In my experiences for the resources that this occurs for they are not created. If I re-run it tries to create again and normally succeeds.

While this particular error seems refined to initial creation of a baseline, updates also seem to be problematic. E.g. lets say I add a user to the baseline for VA1258 - sometimes TF reports it is done, but if I check manually I see it has not been done. If I re-run pipeline, it warns me that a change was made outside of TF (removing the user from the baseline). It seems it failed to update the first time around, but TF thinks it updated OK.

[jamesw4]

I'm starting to wonder if the root of this really is the provider and not Azure. I've enabled trace logging and reproduced the issue. What I'm seeing is.

• Put request to Azure API for the baseline resource (including my correct payload).
• HTTP 200 response to the put.
• A get request for the same baseline resource.
• A HTTP 404 response to the get.

Cross checking the correlation id from the trace log to the activity log in azure I see that the action for this baseline is reported as "started" and then also a separate event for "succeeded".

[jamesw4]

Going to raise ticket with MS. In my scenario we are setting 6 baselines, randomly but quite frequently upon create one or two would get the error mention in the first post.

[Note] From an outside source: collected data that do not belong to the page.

describe('warmcast run --from/--to', () => {
  /** Years of the short table's rows in a run summary. */
  const tableYears = (out: string) => out.split('\n').filter((l) => /^ {2}\d{4} {2,}/.test(l)).map((l) => Number(l.trim().slice(0, 4)));

  it('run delayed --from 2100 --to 2050 exits 2 saying the order is wrong', async () => {
    const io = captureIo();
    expect(await main(['run', 'delayed', '--from', '2100', '--to', '2050'], io)).toBe(2);
    expect(io.err).toBe('warmcast: --from (2100) must not be after --to (2050)\n');
  });

  it('run delayed --to 1700 (before the run) still names the run\'s years', async () => {
    const io = captureIo();
    expect(await main(['run', 'delayed', '--to', '1700'], io)).toBe(2);
    expect(io.err).toMatch(/must lie within the years of the run, 1750-2150/);
  });

  it('run delayed --from 2000 starts the short table at 2000, before the 2025 splice year', async () => {
    const io = captureIo();
    expect(await main(['run', 'delayed', '--from', '2000', '--no-chart'], io)).toBe(0);
    const years = tableYears(io.out);
    expect(years.slice(0, 4)).toEqual([2000, 2010, 2020, 2030]);
    expect(years[years.length - 1]).toBe(2150);
  });

  it('--every 5 and --years choose the short table\'s rows the same way; --every takes only 5 or 10', async () => {
    const io = captureIo();
    expect(await main(['run', 'delayed', '--every', '5', '--to', '2050', '--no-chart'], io)).toBe(0);
    expect(tableYears(io.out)).toEqual([2025, 2030, 2035, 2040, 2045, 2050]);
    const years = captureIo();
    expect(await main(['run', 'delayed', '--years', '2100,2030,2050', '--no-chart'], years)).toBe(0);
    expect(tableYears(years.out)).toEqual([2030, 2050, 2100]);
    const bad = captureIo();
    expect(await main(['run', 'delayed', '--every', '7'], bad)).toBe(2);
    expect(bad.err).toMatch(/--every must be 5 or 10/);
  });

  it('run steady reports the same headline (crossings, peak) whatever --from/--to window it shows: the headline describes the whole run', async () => {
    const headline = async (argv: string[]) => {
      const io = captureIo();
      expect(await main(['run', 'steady', ...argv, '--no-chart'], io)).toBe(0);
      return io.out.match(/^ {2}(peak|reached) .*$/gm);
    };
    const whole = await headline([]);
    expect(whole).toHaveLength(2);
    for (const window of [['--from', '2040', '--to', '2050'], ['--from', '2040'], ['--to', '2035']]) {
      expect(await headline(window), window.join(' ')).toEqual(whole);
    }
  });

  it('run delayed without --from starts the short table at the first milestone after the 2025 splice year', async () => {
    const io = captureIo();
    expect(await main(['run', 'delayed', '--no-chart'], io)).toBe(0);
    // The default rows: every 10 years from the splice (2025) to 2100, every 25 after.
    expect(tableYears(io.out)).toEqual([2030, 2040, 2050, 2060, 2070, 2080, 2090, 2100, 2125, 2150]);
  });
});

describe('run\'s headline figures in its files', () => {
  it('run --out .json, .csv (+ .meta.json) and .md carry the headlines the terminal prints: warming at 2030/2050/2100, the peak, the crossings', async () => {
    const dir = tmp();
    const io = captureIo();
    expect(await main(['run', 'steady', '--out', join(dir, 'r.json'), '--no-chart'], io)).toBe(0);
    const [h] = JSON.parse(readFileSync(join(dir, 'r.json'), 'utf8')).headline;
    expect(h.atYears.map((a: { year: number }) => a.year)).toEqual([2030, 2050, 2100]);
    expect(io.out).toContain(`  warming   2030: ${h.atYears[0].warmingK.toFixed(2)} K`);
    expect(io.out).toContain(`  reached   1.5 K in ${h.crossings[0].year}, `);
    expect(io.out).toContain(`  peak      ${h.peak.warmingK.toFixed(2)} K in ${h.peak.year}`);
    expect(await main(['run', 'steady', '--out', join(dir, 'r.csv'), '--no-chart'], captureIo())).toBe(0);
    expect(JSON.parse(readFileSync(join(dir, 'r.meta.json'), 'utf8')).headline).toEqual([h]);
    expect(readFileSync(join(dir, 'r.csv'), 'utf8').split('\n')[0]).toMatch(/^year,warming_k,/);
    expect(await main(['run', 'steady', '--out', join(dir, 'r.md'), '--no-chart'], captureIo())).toBe(0);
    const md = readFileSync(join(dir, 'r.md'), 'utf8');
    expect(md).toContain('**Headline: warming relative to 1850-1900**');
    expect(md).toMatch(new RegExp(`\\| +${h.atYears[0].warmingK.toFixed(2)} \\|`));
    expect(md).toMatch(new RegExp(`\\| +${h.crossings[0].year} \\|`));
  });
});

describe('the splice line of run\'s heading', () => {
  it('run FILE starting in 2030 says which years come from the history and which are bridged (the history ends in 2024)', async () => {
    const dir = tmp();
    const file = join(dir, 'late.csv');
    writeFileSync(file, 'year,co2_ppm\n2030,440\n2050,470\n');
    const io = captureIo();
    expect(await main(['run', file, '--no-chart'], io)).toBe(0);
    expect(io.out.replace(/\n {2}/g, ' ')).toContain("years to 2024 from the bundled history, 2025-2029 bridged to the file's first year, 2030");
    const next = captureIo();
    expect(await main(['run', 'delayed', '--no-chart'], next)).toBe(0);
    expect(next.out.replace(/\n {2}/g, ' ')).toContain('years before 2025 from the bundled history');
  });
});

As a test I added dependencies in TF just to test if them being done in sequence vs parallel had any impact. It seems in my case it does, have not been able to get it to fail when they are created in sequence.

Then went and tested with the az PowerShell module. Same findings, doing the 6 of them in parallel resulted sometimes in one or two of them not being created despite PowerShell reporting all were created ok.

[krohm]

@jamesw4 , any update on this?

[jamesw4]

My issues didn’t seem specific to TF. In the end I worked around this using dependencies so they created in sequence rather than in parallel. I think MS has maybe sorted since as when I tried to reproduce the issue weeks later again with PowerShell I couldn’t reproduce the issue anymore. Thanks.

[jsmith-speedeon]

I'm hitting this in April of 2023. It seems that applying multiple baselines to the same data warehouse sku (in my case) causes the above error:

Error: Provider produced inconsistent result after apply When applying changes to azurerm_mssql_database_vulnerability_assessment_rule_baseline.sqlserver-va1248-baseline, provider "provider[\"registry.terraform.io/hashicorp/azurerm\"]" produced an unexpected new value: Root resource was present, but now absent.

If I apply multiple times, it eventually applies all the baselines. But there is definitely some kind of race condition it would seem.

[jamesw4]

Since changed jobs, hit by this issue again. Used same work around of chaining dependencies between each baseline resource so they are not created in parallel.